Dal cinema alla vetroresina: la nascita del Deserter
Il primo modello messo in vendita da Autozodiaco è il Deserter, proposto come kit di trasformazione da applicare al pianale del Maggiolino, opportunamente accorciato di 273 mm. Il pacchetto comprendeva la scocca in vetroresina, il parabrezza, i fanali e la bulloneria necessaria al montaggio, con un prezzo di partenza di 371.400 lire per la sola base, ampliabile con accessori come hard-top, sedili sportivi, gomme maggiorate e roll-bar.
Il Deserter diventa rapidamente il modello più diffuso della gamma, tanto da essere affiancato nel tempo da varianti come il Deserter Neve e il Deserter Jumper, pensate per usi ricreativi e fuoristradistici diversi.
Motore
Boxer 4 cilindri raffreddato ad aria Volkswagen, da 1.2 a 1.6 litri
La gamma si allarga: Squalo, Damaca e Kirby
Nel 1971 arriva lo Squalo, un due posti dalla linea più filante rispetto al Deserter, con muso affusolato che richiama vagamente il frontale del Maggiolino da cui deriva la meccanica.
Sempre nei primi anni Settanta debutta la Damaca, il modello più ambizioso della casa bolognese: disegnata da Tom Tjaarda, già firma della De Tomaso Pantera, e battezzata con un nome scelto tramite un concorso lanciato insieme alla rivista Autosprint. A differenza degli altri modelli, la Damaca monta la carrozzeria su un pianale Maggiolino non accorciato e offre quattro posti a sedere, con un peso a vuoto dichiarato di circa 675 kg.

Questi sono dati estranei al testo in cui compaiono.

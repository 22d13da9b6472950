import type { ErrorRequestHandler, RequestHandler } from 'express';
import { ConnectionError } from 'sequelize';
import { ZodError } from 'zod';
import type { ApiError, ErrorCode } from '../../shared/api/errors';

/** An error whose status, code and message are safe to show to the client. */
export class HttpError extends Error {
  constructor(
    readonly status: number,
    readonly code: ErrorCode,
    message: string,
    readonly fields?: Record<string, string>,
  ) {
    super(message);
  }
}

export const notFound = (what = 'Not found') => new HttpError(404, 'not_found', what);
export const forbidden = (what = 'Your role does not allow this') => new HttpError(403, 'forbidden', what);
export const conflict = (what: string) => new HttpError(409, 'conflict', what);

/** Turns a zod failure into a 400 with one message per field. */
export function validationError(error: ZodError): HttpError {
  const fields: Record<string, string> = {};
  for (const issue of error.issues) {
    const key = issue.path.join('.') || '_';
    fields[key] ??= issue.message;
  }
  return new HttpError(400, 'validation', 'Some fields are not valid', fields);
}

/** Known failures from libraries (body parser, CSRF, database) mapped to the contract's statuses. */
function toHttpError(err: unknown): HttpError | null {
  if (err instanceof HttpError) return err;
  if (err instanceof ZodError) return validationError(err);
  if (err instanceof ConnectionError) return new HttpError(503, 'unavailable', 'The database is not reachable');
  const e = err as { type?: string; code?: string; status?: number };
  if (e?.code === 'EBADCSRFTOKEN') return new HttpError(403, 'csrf', 'Missing or invalid CSRF token; fetch /api/csrf');
  if (e?.type === 'entity.parse.failed') return new HttpError(400, 'bad_request', 'The body is not valid JSON');
  if (e?.type === 'entity.too.large') return new HttpError(413, 'too_large', 'The body is too large');
  if (typeof e?.status === 'number' && e.status >= 400 && e.status < 500) {
    return new HttpError(e.status, 'bad_request', 'The request could not be read');
  }
  return null;
}

/** Answers every error with the contract's JSON shape; only unexpected errors are logged, never bodies. */
export const errorHandler: ErrorRequestHandler = (err, req, res, _next) => {
  const known = toHttpError(err);
  if (res.headersSent) return;
  if (!known) {
    console.error(`Unexpected error on ${req.method} ${req.path}:`, err instanceof Error ? err.message : err);
  }
  const http = known ?? new HttpError(500, 'internal', 'Something went wrong on the server');
  const body: ApiError = { error: { code: http.code, message: http.message, ...(http.fields ? { fields: http.fields } : {}) } };
  res.status(http.status).json(body);
};

/** Unknown paths answer 404 JSON (under /api this comes before the client's index.html fallback). */
export const routeNotFound: RequestHandler = (_req, _res, next) => next(notFound('No such route'));
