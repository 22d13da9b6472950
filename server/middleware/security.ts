import helmet from 'helmet';
import type { Config } from '../config';

/**
 * Security headers. The CSP allows only our own origin; images may be data: or blob: URLs (drawdown
 * exports), and inline styles are allowed because Konva and React set style attributes.
 */
export function securityHeaders(config: Config) {
  const https = config.publicUrl.startsWith('https:');
  return helmet({
    contentSecurityPolicy: {
      useDefaults: true,
      directives: {
        defaultSrc: ["'self'"],
        scriptSrc: ["'self'"],
        styleSrc: ["'self'", "'unsafe-inline'"],
        imgSrc: ["'self'", 'data:', 'blob:'],
        fontSrc: ["'self'", 'data:'],
        connectSrc: ["'self'"],
        objectSrc: ["'none'"],
        frameAncestors: ["'none'"],
        // Upgrading requests would break a plain-http install on a local network.
        upgradeInsecureRequests: https ? [] : null,
      },
    },
    strictTransportSecurity: https,
  });
}
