function drawDraftTile(ctx: DrawContext, part: Extract<PagePart, { kind: 'draft' }>): void {
  const { doc, draft, options, shape } = ctx;
  const { tile, layout: l } = part;
  const every = options.numberEvery;

  placeImage(doc, image(ctx, 'colour'), l.drawdown, inWindow(ctx, tile.cols, 'ends'), inWindow(ctx, tile.rows, 'picks'));
  colourStrip(doc, draft, l.warpColours, draft.warpColors.slice(tile.cols.start, tile.cols.end), true);
  colourStrip(doc, draft, l.weftColours, draft.weftColors.slice(tile.rows.start, tile.rows.end), false);
  const { cols, rows } = tile;
  marks(doc, l.threading, (c, s) => draft.threading[cols.start + c].includes(s + 1));
  const lists = shape.liftPlan ? draft.liftplan : draft.treadling;
  marks(doc, l.treadling, (t, p) => (lists[rows.start + p] ?? []).includes(t + 1));
  const tieupGrid = l.tieup;
  if (tieupGrid && tieupGrid.cols > 0 && tieupGrid.rows > 0) {
    ctx.tieup ??= embedMask(doc, markBits(tieupGrid, MARK_SCALE, MARK_INSET, (t, s) => (draft.tieup[t] ?? []).includes(s + 1)));
    drawMask(doc, ctx.tieup, gridBounds(tieupGrid), INK);
  }

  const { ink } = ctx;
  ink.grid(l.drawdown, tile.cols.start, tile.rows.start, every);
  ink.grid(l.threading, tile.cols.start, 0, every);
  ink.grid(l.treadling, 0, tile.rows.start, every);
  if (l.tieup) ink.grid(l.tieup);
  ink.grid(l.warpColours);
  ink.grid(l.weftColours);

  writeText(doc, [...endNumbers(l.threading, tile.cols, l.endLabels.y, every), ...pickNumbers(l.treadling, tile.rows, l.pickLabels.x, every)], LABEL_SIZE, INK);
  // Shaft numbers beside the threading; treadle (or shaft) numbers over the tie-up corner.
  const loom: TextItem[] = [];
  for (let s = 0; s < shape.shafts; s++) {
    loom.push({ s: String(s + 1), x: l.pickLabels.x + 3, y: labelTop(cellOrigin(l.threading, 0, s).y + l.cell / 2) });
  }
  for (let t = 0; t < shape.pickColumns; t++) {
    loom.push({ s: String(t + 1), x: cellOrigin(l.treadling, t, 0).x + l.cell / 2, y: labelTop(l.endLabels.y + 6), centred: true });
  }
  writeText(doc, loom, LABEL_SIZE, MUTED);
  overlapMarks(doc, l.drawdown, tile.cols, tile.rows, ctx.window, {
    endY: l.endLabels.y + l.endLabels.height - 3,
    pickX: l.pickLabels.x,
    pickWidth: l.pickLabels.width,
  });
}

Chiude idealmente la gamma il Kirby, sviluppato su richiesta di Skoda per realizzare un buggy basato sulla meccanica della casa cecoslovacca anziché su quella Volkswagen.
Anni di produzione
1969-1981
Meccanica e caratteristiche tecniche
- Motore boxer a quattro cilindri raffreddato ad aria, di derivazione Volkswagen, con cilindrate comprese tra 1.2 e 1.6 litri a seconda del modello e dell'allestimento
- Cambio manuale a 4 rapporti, anch'esso ereditato dal Maggiolino
- Telaio a pianale Maggiolino, accorciato nei modelli più compatti come il Deserter e lo Squalo
- Carrozzeria interamente in vetroresina, elemento che riduce peso e costi di produzione rispetto a una scocca in lamiera
Il mercato del collezionismo
Con la chiusura di Autozodiaco nel 1981 la produzione si è fermata dopo poco più di un decennio, lasciando una manciata di esemplari sopravvissuti. Oggi i dune buggy Autozodiaco sono ricercati da un collezionismo di nicchia legato al mondo Volkswagen storico e alla cultura beach buggy degli anni Settanta: le compravendite avvengono soprattutto tramite trattative dirette tra appassionati o in occasione di aste dedicate alle auto d'epoca, con una disponibilità di esemplari sul mercato molto limitata rispetto ad altri classici Volkswagen-based.